730   Kaveladze 11/16/17 302, at 8; ■■■■■■■■■■■■■■■■■■■■■■■■■■■■■■■■■■■■■■■■■■■■■■■■■■■■■■■■■■■■■■■■■■■■■■■■ Akhmetshin 11/14/17 302, at 12.
731 Samochornov 7/13/17 302, at 3; ■■■■■■■■■■■■■■■■■■■■■■■■■■■■■■■■■■■■■■■■■■■■■■■■■■■■■■■■■■■■■■■■■■■■■■■■■■■■■■■■■■■■■■■■■
732 E.g., Akhmetshin 11/14/17 302, at 12-13; ■■■■■■■■■■■■■■■■■■
733 Akhmetshin 11/14/17 302, at 12-13; ■■■■■■■■■■■■■■■■■■■■■■■ Samochornov 7/13/17 302, at 3. Trump Jr. confirmed this in a statement he made in July 2017 after news of the June 2016 meeting broke. Interview of: Donald J. Trump, Jr., Senate Judiciary Committee U.S. Senate Washington DC, 115th Cong. 57 (Sept. 7, 2017).

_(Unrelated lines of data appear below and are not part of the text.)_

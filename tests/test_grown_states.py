"""Followed states, and T(E) at the quadrature points, against `local_mass`, Bessel zeros and differences."""

from __future__ import annotations

from functools import cache
from typing import Any

import numpy as np
import pytest
from scipy.special import jn_zeros

from wiresolve.bands.effective_mass import coefficients
from wiresolve.describe.section import Section
from wiresolve.describe.shapes import Circle
from wiresolve.fem import eigen
from wiresolve.fem.mesh import Mesh
from wiresolve.fem.meshing import Mesher, SizeField
from wiresolve.fem.nodal import NodalFunction
from wiresolve.fem.space import Space
from wiresolve.physics import local_mass
from wiresolve.physics.filling import Filling, tables
from wiresolve.physics.followed_states import RESIDUAL, Constant, Followed, followed, split_energies
from wiresolve.physics.grown_states import Grown, cell_tables
from wiresolve.physics.pencil import Operator, build
from wiresolve.physics.semiclassical import phase_space
from wiresolve.physics.unlisted import axial_motion, followed_value
from wiresolve.units import HBAR2_OVER_2M0

MASS, ALPHA, RADIUS_NM, COUNT = 0.03, 1.8, 6.0, 8


@cache
def round_mesh() -> Mesh:
    with Mesher(Section(Circle(2 * RADIUS_NM), "c").pieces()) as mesher:
        return mesher.mesh(SizeField(2.5))[0]


def strict(energy: Any) -> Any:
    return np.full(len(energy), RESIDUAL)


def grown(bend_eV: float) -> tuple[Grown, Operator, Space]:
    """A round wire whose potential rises to its rim by `bend_eV`, a little more to one side."""
    mesh = round_mesh()
    space = Space(mesh)
    x, y = mesh.points.T / RADIUS_NM
    rising = NodalFunction(mesh, bend_eV * (x**2 + 0.8 * y**2 + 0.1 * x))
    potential = rising if bend_eV else None
    operator = Operator(
        (coefficients(np.eye(3) / MASS, 0.0),), potential=potential, nonparabolicity_per_eV=(ALPHA,), smooth=True
    )
    pencil = build(space, operator)
    tables_ = cell_tables(space, operator, pencil.kept, pencil.mass)
    return Grown(tables_, operator.potential_on(space)), operator, space


def solved(form: Grown, operator: Operator, space: Space, count: int = COUNT) -> Followed:
    """States from two linear problems, followed to the end."""
    cells = phase_space(space, operator)
    blocks = [
        eigen.lowest(form.matrix(at), form.mass, count, form.bottom_eV - 1e-3, 1e-4)[1]
        for at in (cells.energy_of(2), cells.energy_of(count))
    ]
    first = np.linspace(cells.energy_of(1), cells.energy_of(count), count)
    start = Followed(first, np.hstack(blocks), form.factors(first, count), 0)
    found = followed(form, start, form.bottom_eV, strict, count)
    assert found is not None
    return found


def test_a_round_wire_of_one_material_follows_the_bessel_zeros() -> None:
    form, operator, space = grown(0.0)
    found = solved(form, operator, space)
    zeros = sorted(float(z) for m in range(6) for z in jn_zeros(m, 3) for _ in range(1 if m == 0 else 2))[:COUNT]
    value = HBAR2_OVER_2M0 / MASS * (np.array(zeros) / RADIUS_NM) ** 2
    exact = (np.sqrt(1 + 4 * ALPHA * value) - 1) / (2 * ALPHA)  # E (1 + alpha E) = value
    # the finite elements' own error at degree 4 on this mesh is what is left
    parabolic, _ = eigen.lowest(build(space, operator.at(0.0)).h0, form.mass, COUNT, -1e-3)
    assert found.energy_eV == pytest.approx(exact, rel=2 * float(np.abs(parabolic / value - 1).max()) + 1e-10)


@pytest.mark.parametrize("bend_eV", [0.05, 0.3])
def test_the_same_energies_as_local_mass(bend_eV: float) -> None:
    form, operator, space = grown(bend_eV)
    found = solved(form, operator, space)
    cells = phase_space(space, operator)
    family = local_mass.family(space, operator, cells, COUNT)
    other = family.lowest(COUNT, cells)
    assert np.abs(found.energy_eV - other.energy_eV).max() < 1e-9
    at = float(found.energy_eV[3])
    assert abs(form.matrix(at) - family.at(at)).max() < 1e-8 * abs(family.at(at)).max()
    between = float(other.energy_eV[4:6].mean())
    assert form.count_below(between) == family.count_below(between)
    mine = form.axial_motion(found.energy_eV, found.states, 0.04)
    theirs = axial_motion(family, other.energy_eV, other.states, 0, 0.04)
    assert mine[0] == pytest.approx(theirs[0], rel=1e-6)
    assert mine[1] == pytest.approx(theirs[1], rel=1e-4)


def test_the_density_is_what_a_change_of_the_potential_sees() -> None:
    form, operator, space = grown(0.2)
    found = solved(form, operator, space)
    density = form.density(found.energy_eV, found.states)
    weights = form.tables.weights
    assert np.einsum("cq,cqm->m", weights, density) == pytest.approx(np.ones(COUNT), rel=1e-12)
    x, y = np.moveaxis(space.quadrature_points, -1, 0) / RADIUS_NM
    change, step = x * y + 0.3 * x**2, 1e-4
    moved = [followed(Grown(form.tables, form.height_eV + s * step * change), found, form.bottom_eV - 1e-3, strict)
             for s in (1, -1)]  # fmt: skip
    assert moved[0] is not None
    assert moved[1] is not None
    slope = (moved[0].energy_eV - moved[1].energy_eV) / (2 * step)
    assert slope == pytest.approx(np.einsum("cq,cqm->m", weights * change, density), rel=1e-5, abs=1e-7)


def test_states_are_followed_into_another_potential() -> None:
    form, operator, space = grown(0.1)
    found = solved(form, operator, space)
    other, its_operator, _ = grown(0.13)
    there = followed(other, found, other.bottom_eV, strict)
    again = solved(other, its_operator, space)
    assert there is not None
    assert there.energy_eV[:-2] == pytest.approx(again.energy_eV[:-2], abs=1e-11)


def test_a_constant_hamiltonian_is_followed_as_well() -> None:
    _, operator, space = grown(0.1)
    pencil = build(space, operator.at(0.1))
    energy, states = eigen.lowest(pencil.h0, pencil.mass, COUNT, -0.01)
    form = Constant(pencil.h0, pencil.mass)
    shaken = states + 1e-3 * np.roll(states, 7, axis=0)
    found = followed(form, Followed(energy, shaken, form.factors(energy, COUNT), 0), -0.01, strict)
    assert found is not None
    assert found.energy_eV == pytest.approx(energy, rel=1e-12)
    assert form.count_below(float(energy[2:4].mean())) == 3


def test_factors_lie_between_states() -> None:
    energy = np.array([0.1, 0.2, 0.2, 0.4, 0.5])
    for groups in (1, 2, 5):
        at = split_energies(energy, 5, groups)
        assert 1 <= len(at) <= groups
        assert np.abs(np.array(at)[:, None] - energy).min() > 0.01


def test_tables_of_many_subbands() -> None:
    alpha, depth = np.array([0.0, 0.7, 0.0, 2.5]), np.array([0.1, -0.02, -0.3, 0.0])
    by = np.linspace(-0.05, 0.2, 41)
    n, rate = tables(77.0, alpha, depth, float(by.min()), float(by.max()))(by)
    for i in range(4):
        exact = Filling(77.0, float(alpha[i])).both(by + depth[i])
        assert n[:, i] == pytest.approx(exact[0], rel=1e-6)
        assert rate[:, i] == pytest.approx(exact[1], rel=1e-4)


def test_what_is_followed_between_states_that_mix_does_not_jump() -> None:
    """Two values whose states turn into each other: each at the ends, halfway their mean, and no jump in between."""
    angle = np.linspace(0, np.pi / 2, 201)
    overlap = np.stack([np.cos(angle), np.sin(angle)], axis=1)
    found = followed_value(np.array([[1.0, 3.0]]), overlap)
    assert found[0] == 1 and found[-1] == pytest.approx(3, abs=1e-14) and found[100] == pytest.approx(2, abs=1e-12)
    assert 0 < np.diff(found).max() < 0.1
    # A small part p of the other state counts as p^2: what repels the levels goes like p, and has to stay.
    part = np.sin(angle[2]) ** 2
    assert found[2] - 1 == pytest.approx(2 * part**2, rel=0.01)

And this (as recalled by people who didn't know what they were seeing and hearing, and didn't imagine it was important at the time, or in the case of at least two of them who were hiding something) is how the conspiracy was sealed—the proffer of DNC emails, the counter-offer to lift sanctions if Trump was elected—right in front of everybody's eyes.